Fear in the leadership team: A dangerous taboo for future planning

Jan David Ott is Facilitator for Longterm Strategic Decision-Making & Change at the Futurewise Company. On his LinkedIn account he takes us along on topics related to change management, leadership, and foresight. Here we publish excerpts of his experiences.
You lead a company – and you sense the worries and fears of your leadership team regarding the future?
We all know this sentence: “Courage is not the absence of fear. Courage is acting despite fear.”
But in reality, doesn’t a different expectation actually apply? Leaders don’t have fears, they have solutions. They are the sponges of the company – soaking up everyone else’s worries, and “with one wipe” it’s all gone. How? With the right mindset, of course.
The mindset list keeps getting longer
Growth mindset, agile mindset, inclusive mindset, entrepreneurial mindset…
The list is long. Mindset seems like the universal tool – whoever just has the right attitude masters everything.
A study by GP Strategies (“Great Leaders Think Differently”) breaks with this image. Because when top performers lack something, it is often not the skills required for the respective mindset. Those they acquire. What is missing is the right way of dealing with a feeling that is not allowed to occur: fear.
And now it gets interesting – also for corporate foresight
When executives have to develop long-term future strategies, they need a futures mindset. And the key to success for this is not knowledge and methods. What is decisive is the way of dealing with critical uncertainties:
What are the forces that will radically change the world in 10 to 15 years? How do they interact – and where are we headed beyond the next bend?

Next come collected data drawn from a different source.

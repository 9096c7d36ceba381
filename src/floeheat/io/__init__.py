"""The reader layer: archive format v1 -> canonical xarray/pandas objects.

Every reader finds variables by CF ``standard_name`` (or the archive's ``role``
attribute), converts through :mod:`floeheat.units` and raises
:class:`floeheat.errors.ArchiveError` naming file, place, problem and fix.

Modules: :mod:`~floeheat.io.cf` (CF building blocks), :mod:`~floeheat.io.archive`
(deployments.csv, scenes.csv), :mod:`~floeheat.io.profiles`,
:mod:`~floeheat.io.icemass`, :mod:`~floeheat.io.gridded` (shortwave, concentration,
bathymetry) and :mod:`~floeheat.io.scenes`.
"""

import importlib

# Readers load on first use, so that a job needing one reader does not pay for the
# imports of all of them (dask, rasterio, ...).
_WHERE = {
    "read_deployments": "archive", "read_scene_table": "archive", "open_netcdf": "cf",
    "read_profiles": "profiles", "read_icemass": "icemass", "open_shortwave": "gridded",
    "read_shortwave_csv": "gridded", "open_concentration": "gridded",
    "open_bathymetry": "gridded", "Scene": "scenes", "open_scene": "scenes",
}

__all__ = list(_WHERE)


def __getattr__(name):
    if name in _WHERE:
        return getattr(importlib.import_module(f"floeheat.io.{_WHERE[name]}"), name)
    raise AttributeError(f"module 'floeheat.io' has no attribute {name!r}")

You can face these uncertainties. Or you can look away – and focus on what seems certain. Two years. Four years. Or rather just six months?
But here you can usually only optimize and rarely shape.
Three steps in futures sparring
That is why, in my #FuturesSparring with company leaders, I rely on three steps:
➤ First, spell out the fears – because they are an important indicator: What presumably will not stay the way it has been?
➤ Then unleash your own curiosity – long-term strategy is a vast, as yet uncultivated space for shaping. Those who engage early with critical uncertainties can look out for signals of change and see patterns. Can discover new possibilities before others see them. #Zukunftsmusik (dreams of the future) whets the appetite.
➤ And then arises courage fueled by enthusiasm and filled with energy – because the goal is no longer to lose nothing, but to gain something new.